Part of the appeal of heating buildings with body heat is the delicious simplicity of finding a new way to use old technology (just people, pipes, pumps, and water). It’s worth noting that the buildings can’t be more than two hundred feet apart, or too much heat would be lost in transit. The essential ingredient is a reliable flux of people scuttling to and fro each day to tender the heat, so the design only
works in high-traffic areas. Perhaps, on low-volume days, children might be invited to use the space as a gym for high-energy sports.

“Be a joule,” the Public Service billboards for EnsnAired heating might urge, noting in fine print: “A person radiates about 350,000 joules of energy per hour, and since 1 watt equals 1 joule per second, one person can effortlessly illumine the darkening world with the energy of a 100-watt lightbulb. A city of 2.25 million people can light 22,500 lamps.” Linger with that image for a moment—a multitude of lamps, each one sparkling, but together providing a great cloak of light. Paraphrasing a proverb attributed to Peter Benenson, founder of Amnesty International, it might say: “It’s better to become one lightbulb than to curse the darkness.”
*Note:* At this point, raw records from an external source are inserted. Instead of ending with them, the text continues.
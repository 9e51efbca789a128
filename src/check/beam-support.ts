import type { Beam, ControlPoint } from '../model/index.js';

const POSITIONS_SUPPORTED = new Set(['HFS', 'HFP', 'FFS', 'FFP']);

/**
 * Why the engine cannot yet give this beam an independent dose, in words; undefined when it can.
 * No number is ever made up for such a beam.
 */
export function unsupportedReason(beam: Beam, patientPosition: string | undefined, mu: number | undefined): string | undefined {
  if (beam.treatmentDeliveryType === 'SETUP') return 'a setup beam, not a treatment beam';
  if (beam.radiationType !== 'PHOTON' && beam.radiationType !== 'ELECTRON') return `${beam.radiationType.toLowerCase()} beams are outside what plumbline checks`;
  if (beam.primaryDosimeterUnit === 'MINUTE') return 'the meterset is in minutes, not MU';
  if (mu === undefined || mu <= 0) return 'the beam has no meterset';
  const cps = beam.controlPoints;
  if (beam.compensators.length) return 'a compensator is in the beam';
  if (beam.radiationType === 'ELECTRON' && isModulated(beam)) return 'an electron beam that moves or changes its field during delivery: not supported';
  const other = beam.wedges.find((w) => w.type && w.type !== 'STANDARD' && w.type !== 'DYNAMIC');
  if (other) return `a ${other.type!.toLowerCase()} wedge: physical and jaw-swept (dynamic) wedges are checked, this type is not`;
  const cp0 = cps[0]!;
  if ((cp0.tableTopEccentricAngleDeg ?? 0) !== 0) return 'the table top eccentric angle is not 0 (not supported)';
  if (!patientPosition) return 'the patient position is not given';
  if (!POSITIONS_SUPPORTED.has(patientPosition)) return `patient position ${patientPosition}: the beam geometry supports HFS, HFP, FFS and FFP so far`;
  if (!cp0.isocenterPatientMm) return 'the first control point has no isocenter';
  if (cp0.nominalEnergyMeV === undefined) return 'no nominal energy';
  return undefined;
}

/**
 * Whether the beam changes during delivery (gantry, leaves, jaws): summed segment by segment. A
 * jaw-swept wedge is not: its jaw motion is the wedge, calculated by its factor over the full field.
 */
export function isModulated(beam: Beam): boolean {
  const cps = beam.controlPoints;
  if (beam.wedges.some((w) => w.type === 'DYNAMIC') && cps.every((c) => c.gantryAngleDeg === cps[0]!.gantryAngleDeg) && leavesStill(cps)) return false;
  return beam.beamType === 'DYNAMIC' || cps.some((c) => c.gantryAngleDeg !== cps[0]!.gantryAngleDeg) || !sameAperture(cps);
}

function leavesStill(cps: readonly ControlPoint[]): boolean {
  const leaves = (c: ControlPoint) => JSON.stringify(c.devices.filter((d) => d.type === 'MLCX' || d.type === 'MLCY'));
  return cps.every((c) => leaves(c) === leaves(cps[0]!));
}

function sameAperture(cps: readonly ControlPoint[]): boolean {
  const first = JSON.stringify(cps[0]!.devices);
  const wedges = JSON.stringify(cps[0]!.wedgePositions);
  return cps.every((c) => JSON.stringify(c.devices) === first && JSON.stringify(c.wedgePositions) === wedges && c.collimatorAngleDeg === cps[0]!.collimatorAngleDeg && c.couchAngleDeg === cps[0]!.couchAngleDeg);
}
Widening their vision to embrace neighborhoods, Jernhusen engineers talk of finding a way to capture excess body heat on a scale large enough to warm homes and office buildings in a perpetual cycle of mutual generosity. Heat generated by people at home at night would be piped to office buildings first thing in the morning, and then heat shed in the offices during the day would flow to the residences in the late afternoon. Nature is full of life-giving cycles; why not add this renewable human one?
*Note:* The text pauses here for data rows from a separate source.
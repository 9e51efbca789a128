import { findPhotonBeam } from '../beamdata/index.js';
import { apertureAt, beamFrame, type CtDepth, ctDepth, fieldEdgeDistanceMm, flatDepth } from '../geometry/index.js';
import { type BeamCheck, type CaseCategory, type ControlPoint, type Factor, type Issue, type LookupNote, MM_PER_CM } from '../model/index.js';
import { photonDosePerMu, projectFieldCm } from '../physics/index.js';
import { heterogeneityCorrection, METHOD_TEXT } from './heterogeneity-correction.js';
import { comparison, isHeterogeneous, levelsOf } from './comparison.js';
import { type BeamCheckContext, beamStub } from './check-beam.js';
import { CLARKSON_SECTORS, fieldInput } from './field-input.js';
import { ctAxisSsdMm, ctDepthOptions } from './patient-ct.js';
import { clampTexts, factorRows } from './calculation-parts.js';


/** One stretch of delivery between two control points, with the MU share it delivers. */
export interface Segment {
  readonly from: number;
  readonly share: number;
  /** The control point in the middle: mean gantry angle and leaf and jaw positions. */
  readonly mid: ControlPoint;
  readonly ssdMm?: number;
}

/**
 * A modulated beam (step-and-shoot, sliding window, VMAT) by the modified Clarkson integration
 * (Kung, Chen and Kuchnir 2000): for every segment between two control points, the point's dose
 * per MU from that segment's own aperture (sector rings with leaf transmission, primary weighed by
 * the fluence at the point), gantry angle and so its own depth, summed with the segment's MU share.
 * Pie sectors with exact ring radii give the same sum as annular sectors over the azimuthally
 * averaged fluence, since each ring's scatter depends on its radius alone. A segment with a plain
 * rectangular opening over the point uses the equivalent square, as a static beam does, so a static
 * field written as an "arc" of identical control points gives the static result.
 */
export function checkModulatedBeam(ctx: BeamCheckContext): { ok: true; value: BeamCheck } | { ok: false; issue: Issue } {
  const { beam, entry, point, machine, policy } = ctx;
  const cps = beam.controlPoints;
  const cp0 = cps[0]!;
  const base: BeamCheck = { ...beamStub(beam, entry), point };
  const notChecked = (reason: string) => ({ ok: true as const, value: { ...base, reason } });
  const found = findPhotonBeam(machine, cp0.nominalEnergyMeV!);
  if (!found.ok) return { ok: false, issue: { ...found.issue, beamNumber: beam.number, ...(beam.name ? { beamName: beam.name } : {}) } };
  const data = found.beam;
  if (beam.blocks.length) return notChecked('a modulated beam with blocks: not supported');
  if (cps.some((c) => c.wedgePositions.some((w) => w.position === 'IN'))) return notChecked('a modulated beam with a wedge in: not supported');
  if (cps.some((c) => c.collimatorAngleDeg !== cp0.collimatorAngleDeg || c.couchAngleDeg !== cp0.couchAngleDeg)) return notChecked('the collimator or the couch turns during the beam: not supported');
  if (cps.some((c) => c.nominalEnergyMeV !== cp0.nominalEnergyMeV)) return notChecked('the energy changes during the beam');
  const sadMm = beam.sourceAxisDistanceMm ?? machine.sadCm * MM_PER_CM;
  if (Math.abs(sadMm - machine.sadCm * MM_PER_CM) > 1) return notChecked(`the beam's SAD (${sadMm} mm) is not the machine's (${machine.sadCm} cm)`);
  const segments = segmentsOf(cps, beam.finalCumulativeMetersetWeight);
  if (!segments.length) return notChecked('no control point delivers any meterset');
  const transmission = data.mlcTransmission ?? 0;
  const ct = ctx.ct;
  const method = ctx.heterogeneity ?? 'tpr-ratio';
  const log: LookupNote[] = [];

  let dosePerMuCGy = 0;
  let homogeneousPerMuCGy = 0;
  const mean = { depthCm: 0, ssdCm: 0, offAxisCm: 0, irradiatedSquareCm: 0, collimatorXCm: 0, collimatorYCm: 0, collimatorSquareCm: 0, edgeDistanceCm: 0 };
  const depths: number[] = [];
  const radiological: number[] = [];
  const densities = [Infinity, -Infinity];
  let coveredShare = 0;
  let clarksonShare = 0;
  let maxSsdDifferenceMm: number | undefined;
  for (const s of segments) {
    const where = `control points ${s.from}–${s.from + 1}`;
    const frame = beamFrame(s.mid, ctx.patientPosition as never, sadMm)!;
    let depthMm: number;
    let ssdMm: number;
    let radiologicalMm: number | undefined;
    let traced: CtDepth | undefined;
    let flat: ReturnType<typeof flatDepth> | undefined;
    if (ct) {
      const t = ctDepth(ct.volume, frame.sourcePatientMm, point.patientMm, ctDepthOptions(ct));
      if (!t.ok) return notChecked(`CT, ${where}: ${t.message}`);
      [depthMm, ssdMm, radiologicalMm] = [t.value.geometricDepthMm, t.value.ssdMm, t.value.radiologicalDepthMm];
      traced = t.value;
      densities[0] = Math.min(densities[0]!, t.value.densityRange[0]);
      densities[1] = Math.max(densities[1]!, t.value.densityRange[1]);
      if (s.ssdMm !== undefined) {
        const axis = ctAxisSsdMm(ct, frame, sadMm);
        if (axis !== undefined && (maxSsdDifferenceMm === undefined || Math.abs(axis - s.ssdMm) > Math.abs(maxSsdDifferenceMm))) maxSsdDifferenceMm = axis - s.ssdMm;
      }
    } else {
      if (s.ssdMm === undefined) return notChecked(`${where}: the plan gives no SSD there and no CT was given, so the depth at that gantry angle cannot be found`);
      ssdMm = s.ssdMm;
      flat = flatDepth(frame, point.patientMm, ssdMm);
      depthMm = flat.depthMm;
    }
    if (depthMm < 0) return notChecked(`${where}: the calculation point lies ${(-depthMm / MM_PER_CM).toFixed(1)} cm above the surface`);
    const at = flat ?? flatDepth(frame, point.patientMm, ssdMm);
    const aperture = apertureAt(beam, s.mid);
    if (!aperture) return notChecked(`${where}: no aperture (no jaws and no leaves along an axis)`);
    const depthScale = at.sourceToPointAxialMm / sadMm;
    const [px, py] = at.atIsocenterPlaneMm;
    const field = fieldInput(aperture, [], px, py, depthScale, transmission);
    const depthCm = depthMm / MM_PER_CM;
    const ssdCm = ssdMm / MM_PER_CM;
    const offAxisCm = at.offAxisMm / MM_PER_CM;
    const square = Number.isFinite(field.irradiatedSquareCm) && field.irradiatedSquareCm > 0 ? field.irradiatedSquareCm : undefined;
    const r = photonDosePerMu(data, machine.sadCm, {
      setup: 'SAD', collimatorFieldCm: field.collimatorFieldCm, ...(square ? { irradiatedSquareCm: square } : {}), depthCm, ssdCm, offAxisCm,
      ...(field.clarksonSectors ? { clarksonSectors: field.clarksonSectors, primaryWeight: field.primaryWeight } : {}),
    });
    if (!r.ok) return notChecked(`${where}: ${r.issues.map((i) => i.message).join('; ')}`);
    log.push(...r.value.clamps);
    let cf = 1;
    if (radiologicalMm !== undefined) {
      cf = heterogeneityCorrection(method, data, traced!, projectFieldCm(square ?? r.value.geometry.collimatorSquareCm, machine.sadCm, ssdCm + depthCm), log);
      if (!Number.isFinite(cf)) return notChecked(`${where}: the heterogeneity correction needs TPR at ${(radiologicalMm / MM_PER_CM).toFixed(2)} cm, outside the tables`);
      radiological.push(radiologicalMm / MM_PER_CM);
    }
    dosePerMuCGy += s.share * r.value.dosePerMuCGy * cf;
    homogeneousPerMuCGy += s.share * r.value.dosePerMuCGy;
    depths.push(depthCm);
    mean.depthCm += s.share * depthCm;
    mean.ssdCm += s.share * ssdCm;
    mean.offAxisCm += s.share * offAxisCm;
    mean.irradiatedSquareCm += s.share * (square ?? 0);
    mean.collimatorXCm += s.share * field.collimatorFieldCm.x;
    mean.collimatorYCm += s.share * field.collimatorFieldCm.y;
    mean.collimatorSquareCm += s.share * r.value.geometry.collimatorSquareCm;
    mean.edgeDistanceCm += (s.share * fieldEdgeDistanceMm(aperture, [], px, py) * depthScale) / MM_PER_CM;
    if (field.primaryWeight < 1) coveredShare += s.share;
    if (field.clarksonSectors) clarksonShare += s.share;
  }

  const mu = entry.beamMeterset!;
  const compared = comparison(mu, dosePerMuCGy, base.planningSystemDoseCGy);
  const d0CGyPerMu = data.calibration.doseCGyPerMu;
  const gantryMoves = cps.some((c) => c.gantryAngleDeg !== cp0.gantryAngleDeg);
  const depthSource = ct ? `traced through the CT (${ct.bodySource}) at each segment's gantry angle` : gantryMoves ? "below a flat surface at each control point's SSD from the plan" : "below a flat surface at the plan's SSD (the gantry does not move)";
  const factors: Factor[] = [
    { key: 'D0', value: d0CGyPerMu, args: [] },
    { key: 'MCI', value: dosePerMuCGy / d0CGyPerMu, args: [segments.length, CLARKSON_SECTORS], name: data.tpr?.kind ?? 'TPR' },
  ];
  const approximations = [
    `modulated beam by modified Clarkson integration (Kung, Chen and Kuchnir 2000): ${segments.length} segments between ${cps.length} control points, each with its own aperture, gantry angle and depth, weighted by its MU share; ${CLARKSON_SECTORS} sectors, leaf transmission ${transmission}`,
    `depths ${depthSource}`,
    ...(radiological.length ? [`heterogeneity corrected per segment by ${METHOD_TEXT[method]}: dose-weighted CF ${(dosePerMuCGy / homogeneousPerMuCGy).toFixed(4)} (homogeneous dose ${(mu * homogeneousPerMuCGy).toFixed(1)} cGy)`] : []),
    'the leaf tongue-and-groove effect and the rounded leaf ends are not modelled',
  ];
  const flags: string[] = [];
  if (coveredShare > 0.5) flags.push(`the point is under the leaves or outside the jaws for ${(100 * coveredShare).toFixed(0)} % of the MU: its dose rests on leaf transmission and penumbra`);
  if (Math.min(...depths) < data.calibration.dmaxCm) flags.push(`the point is in the build-up region at some gantry angles (depth down to ${Math.min(...depths).toFixed(1)} cm, dmax ${data.calibration.dmaxCm} cm)`);
  const heterogeneous = radiological.length > 0 && isHeterogeneous(policy, [densities[0]!, densities[1]!]);
  const category: CaseCategory = heterogeneous && policy.levels.heterogeneous!.actionPercent > policy.levels.modulated!.actionPercent ? 'heterogeneous' : 'modulated';
  const ssdFinding = maxSsdDifferenceMm !== undefined && Math.abs(maxSsdDifferenceMm) > policy.ct.ssdToleranceMm;
  if (ssdFinding) flags.push(`the SSD from the CT differs from the plan's by up to ${maxSsdDifferenceMm!.toFixed(1)} mm at some control point (tolerance ${policy.ct.ssdToleranceMm} mm): bolus missing, wrong CT or wrong isocenter?`);
  return {
    ok: true,
    value: {
      ...base,
      status: 'checked',
      calculation: {
        machineBeam: `${machine.name} ${data.id}`,
        setup: 'SAD',
        setupReason: 'a modulated beam: every segment in the TPR form at the point',
        ssdCm: mean.ssdCm, depthCm: mean.depthCm, offAxisCm: mean.offAxisCm,
        collimatorFieldCm: { x: mean.collimatorXCm, y: mean.collimatorYCm }, collimatorSquareCm: mean.collimatorSquareCm, irradiatedSquareCm: mean.irradiatedSquareCm,
        approximations,
        factors: factorRows(factors),
        dosePerMuCGy,
        ...compared,
        clamps: clampTexts(log),
        modulated: {
          method: 'modified Clarkson integration',
          controlPoints: cps.length,
          segments: segments.length,
          gantryStartDeg: cp0.gantryAngleDeg,
          gantryEndDeg: cps[cps.length - 1]!.gantryAngleDeg,
          depthSource,
          depthRangeCm: [Math.min(...depths), Math.max(...depths)],
          ...(radiological.length ? { radiologicalDepthRangeCm: [Math.min(...radiological), Math.max(...radiological)] as [number, number], correctionFactor: dosePerMuCGy / homogeneousPerMuCGy,
            homogeneousDoseCGy: mu * homogeneousPerMuCGy } : {}),
          ...(maxSsdDifferenceMm !== undefined ? { maxSsdDifferenceMm } : {}),
          pointCoveredMuPercent: 100 * coveredShare,
          clarksonMuPercent: 100 * clarksonShare,
        },
      },
      ...levelsOf(policy, category),
      fitness: { edgeDistanceCm: mean.edgeDistanceCm, flags },
    },
  };
}

/** The segments between consecutive control points that deliver meterset, each with its share of the beam's MU. */
export function segmentsOf(cps: readonly ControlPoint[], finalWeight: number | undefined): Segment[] {
  const total = finalWeight ?? cps[cps.length - 1]!.cumulativeMetersetWeight;
  const gantryMoves = cps.some((c) => c.gantryAngleDeg !== cps[0]!.gantryAngleDeg);
  const out: Segment[] = [];
  for (let i = 0; i + 1 < cps.length; i++) {
    const a = cps[i]!;
    const b = cps[i + 1]!;
    const share = (b.cumulativeMetersetWeight - a.cumulativeMetersetWeight) / total;
    if (!(share > 0)) continue;
    // With the gantry still, the first control point's SSD holds for all; else each its own.
    const ssds = gantryMoves ? [a.ssdMm, b.ssdMm].filter((v): v is number => v !== undefined) : [a.ssdMm ?? cps[0]!.ssdMm].filter((v): v is number => v !== undefined);
    out.push({ from: i, share, mid: midway(a, b), ...(ssds.length ? { ssdMm: ssds.reduce((s, v) => s + v, 0) / ssds.length } : {}) });
  }
  return out;
}

/** The control point halfway between a and b: gantry angle the short way round, devices averaged. */
function midway(a: ControlPoint, b: ControlPoint): ControlPoint {
  const turn = ((((b.gantryAngleDeg - a.gantryAngleDeg) % 360) + 540) % 360) - 180;
  const gantry = (((a.gantryAngleDeg + turn / 2) % 360) + 360) % 360;
  const devices = a.devices.map((d) => {
    const e = b.devices.find((x) => x.type === d.type);
    return e ? { type: d.type, positionsMm: d.positionsMm.map((p, k) => (p + e.positionsMm[k]!) / 2) } : d;
  });
  return { ...a, gantryAngleDeg: gantry, devices };
}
In this Golden Rule technology of neighbor helping neighbor, we would all share heat from the tiny campfires in our cells—what could be more selfless? Just by walking briskly, or mousing around the shops, you can stoke the heat in someone’s chilly kitchen. Possibly a friend’s, but not necessarily. I’ll warm your apartment today, you’ll warm my schoolroom tomorrow. It’s effective and homely as gathering together in a cave. Sometimes there’s nothing like an old idea revamped.